AW: AW: AW: AW: AW: ZFS: Corrupted pool metadata after adding
vdev to a pool - no opportunity to rescue data from healthy vdevs? Remove
a vdev? Rewrite metadata?
Volodymyr Kostyrko
c.kworr at gmail.com
Tue Sep 18 13:19:40 UTC 2012
18.09.2012 13:28, Daniel Kalchev wrote:
>> From my point of view all hype about moving to 4k sectors is highly
>> irrelevant to ZFS and current products on the market.
>>
>> 1. ZFS tends to use big recordsize for storing any data. This means
>> most files on your drives are already stored in 128k sectors. Storing
>> small tails in 512b or 4k sectors shouldn't give big difference.
>
> Truth is, ZFS will write blocks of size from your media sector size up
> to 128K.
>
> The problem is that ZFS writes these records (even 128K) aligned to the
> sector size. So, once you write some data that is under 4k, your pool
> will become misaligned.
Not exactly. https://blogs.oracle.com/bonwick/entry/space_maps
1. ZFS divides the space on each virtual device into a few hundred
metaslabs.
2. As Metaslabs are quite big so it's quite logical to make them aligned
with high ashift value (I miss documentations on wheter this is true,
but at least they should be dividable by 128k as this is default
recordsize).
3. In each metaslab all space allocation is done through space maps. I
have no documentation on this one either but due to a presence of gang
blocks in ZFS specification all new allocation should be aligned to 128k
if we are allocating 128k block, aligned to 64k if we are allocating 64k
block and so on (yet again, I miss documentation on wheter this is true,
but as far I understand Solaris way it's more practical to have data
aligned then later dealing with it).
I'm bad at reading code so I can't really say how allocations are
aligned on ZFS metaslabs, but function dealing with metaslab allocation
takes one 'align' variable.
>> 2. For older drives each drive should be partitioned with respect to
>> 4k sectors.
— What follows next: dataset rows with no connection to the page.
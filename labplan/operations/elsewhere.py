"""Let labplan's services work on another database for a while: a restored file, a new server.

The other database takes the place of the default one in this thread, so that every service, and
migrate too, finds it without knowing.
"""

from collections.abc import Iterator
from contextlib import contextmanager
from pathlib import Path
from typing import Any
from urllib.parse import quote

from django.db import DEFAULT_DB_ALIAS, connections
from django.db.backends.base.base import BaseDatabaseWrapper
from django.db.utils import load_backend

from labplan.settings.database import database_from_url


def open_database(url: str, *, alias: str = DEFAULT_DB_ALIAS) -> BaseDatabaseWrapper:
    """A connection to another database, opened when it is first used."""
    complete: dict[str, Any] = connections.configure_settings(
        {DEFAULT_DB_ALIAS: database_from_url(url)}
    )
    entry = complete[DEFAULT_DB_ALIAS]
    wrapper: BaseDatabaseWrapper = load_backend(entry["ENGINE"]).DatabaseWrapper(entry, alias)
    return wrapper


def sqlite_url(path: Path) -> str:
    return f"sqlite:///{quote(str(path))}"


@contextmanager
def standing_in(
    database: BaseDatabaseWrapper, *, alias: str = DEFAULT_DB_ALIAS
) -> Iterator[BaseDatabaseWrapper]:
    """Give `database` the place of `alias`; what had the place is back at the end, untouched."""
    before = connections[alias] if alias in connections.settings else None
    connections[alias] = database
    try:
        yield database
    finally:
        if before is None:
            del connections[alias]
        else:
            connections[alias] = before


@contextmanager
def working_on(url: str) -> Iterator[BaseDatabaseWrapper]:
    """As `standing_in`, with a connection of its own that is closed at the end."""
    with standing_in(open_database(url)) as database:
        try:
            yield database
        finally:
            database.close()
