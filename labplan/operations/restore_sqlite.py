"""The SQLite side of a restore: a checked draft beside the database, then put in its place."""

import contextlib
import os
import shutil
import sqlite3
from collections.abc import Iterator
from pathlib import Path

from django.db import DatabaseError, connection

from labplan.base import clock
from labplan.operations import files, sqlite_file
from labplan.operations.elsewhere import sqlite_url, working_on
from labplan.operations.errors import OperationRefused
from labplan.operations.files import Progress
from labplan.operations.state import require_labplans, tables_with_rows

# what SQLite keeps beside a database that was not closed in order
LOGS = ("-wal", "-journal")


@contextlib.contextmanager
def draft_of(path: Path, *, replace: bool, progress: Progress) -> Iterator[Path]:
    """A checked copy of the backup in the database's folder; gone at the end if not installed.

    Raises OperationRefused while the database that is there holds data or is in use.
    """
    place = _place()
    sqlite_file.require_sqlite(path)
    if place.exists() and path.samefile(place):
        raise OperationRefused(f"{path} is the database itself; name a backup.")
    _require_replaceable(place, replace=replace)
    place.parent.mkdir(parents=True, exist_ok=True)
    with files.draft_beside(place) as draft:
        try:
            sqlite_file.copy_state(path, draft, progress)
        except sqlite3.DatabaseError as error:
            raise OperationRefused(f"{path} is damaged or in use: {error}.") from error
        sqlite_file.require_sound(draft, what=str(path))
        require_labplans(sqlite_file.applied_migrations(draft), what=str(path))
        yield draft


@contextlib.contextmanager
def working_on_file(draft: Path) -> Iterator[None]:
    """Let the services work on the draft; afterwards it is one file again."""
    with working_on(sqlite_url(draft)):
        yield
    sqlite_file.require_alone(draft)


def install(draft: Path) -> Path | None:
    """Put the draft in place; return the dated name that the database before it has now."""
    place = _place()
    kept_as = None
    if place.exists():
        sqlite_file.require_alone(place)  # somebody may have come in since the first look
        kept_as = _dated_name(place)
    _give_owner_of(place if place.exists() else place.parent, draft)
    if place.exists():
        shutil.copymode(place, draft)
    if kept_as is not None:
        _move_logs(place, kept_as)
    files.put_in_place(draft, place, keep_as=kept_as)
    return kept_as


def _place() -> Path:
    return Path(connection.settings_dict["NAME"])


def _require_replaceable(place: Path, *, replace: bool) -> None:
    if not place.exists():
        _require_no_log_of(place)
        return
    held = _what_is_held()
    if held and not replace:
        raise OperationRefused(
            f"{place} {held}. Give --replace to put the backup in its place; the present file is "
            "kept beside it under a dated name."
        )
    sqlite_file.require_alone(place)


def _what_is_held() -> str:
    """In words, what would be lost; empty when nothing would."""
    try:
        held = len(tables_with_rows(connection))
    except DatabaseError as error:
        return f"cannot be read ({error})"  # perhaps the reason for the restore
    finally:
        connection.close()  # or this process itself would keep the file in use
    return f"holds data ({held} tables with rows)" if held else ""


def _require_no_log_of(place: Path) -> None:
    """SQLite would read a log that another database has left as one of the restored file's."""
    for suffix in LOGS:
        log = place.with_name(place.name + suffix)
        if log.exists():
            raise OperationRefused(f"{log} is there without its database: move it away first.")


def _move_logs(place: Path, kept_as: Path) -> None:
    """A damaged database keeps its logs; a sound one has none by now."""
    for suffix in LOGS:
        log = place.with_name(place.name + suffix)
        if log.exists():
            os.rename(log, kept_as.with_name(kept_as.name + suffix))
    place.with_name(place.name + "-shm").unlink(missing_ok=True)


def _dated_name(place: Path) -> Path:
    stem = f"{place.name}.before-restore-{clock.now():%Y%m%dT%H%M%SZ}"
    names = [place.with_name(stem), *(place.with_name(f"{stem}-{n}") for n in range(2, 100))]
    return next(name for name in names if not name.exists())


def _give_owner_of(model: Path, draft: Path) -> None:
    """The service's own account must be able to open what root has restored."""
    owner = model.stat()
    if (owner.st_uid, owner.st_gid) != (draft.stat().st_uid, draft.stat().st_gid):
        with contextlib.suppress(PermissionError):
            os.chown(draft, owner.st_uid, owner.st_gid)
This is what -a option of gpart does: it aligns created
>> partitions to 4k sector bounds. But half a year ago I already found
>> some drives that can auto-shift all disk transactions to optimize read
>> and write performance. Courtesy of Microsoft Windows, OS that does not
>> care about anything not written in license terms, same as the users
>> do, so using this drives would be more straightforward and would not
>> cause decent pain to IT stuff about realigning partitions the way it
>> would just work.
>>
>
> This is only hype. There is no way any disk firmware can shift any
> transactions.
How about Seagate Smart Align? It's documented to do so. I haven't
touched any Seagate drives as I don't like them anyway...
--
Sphinx of black quartz judge my vow.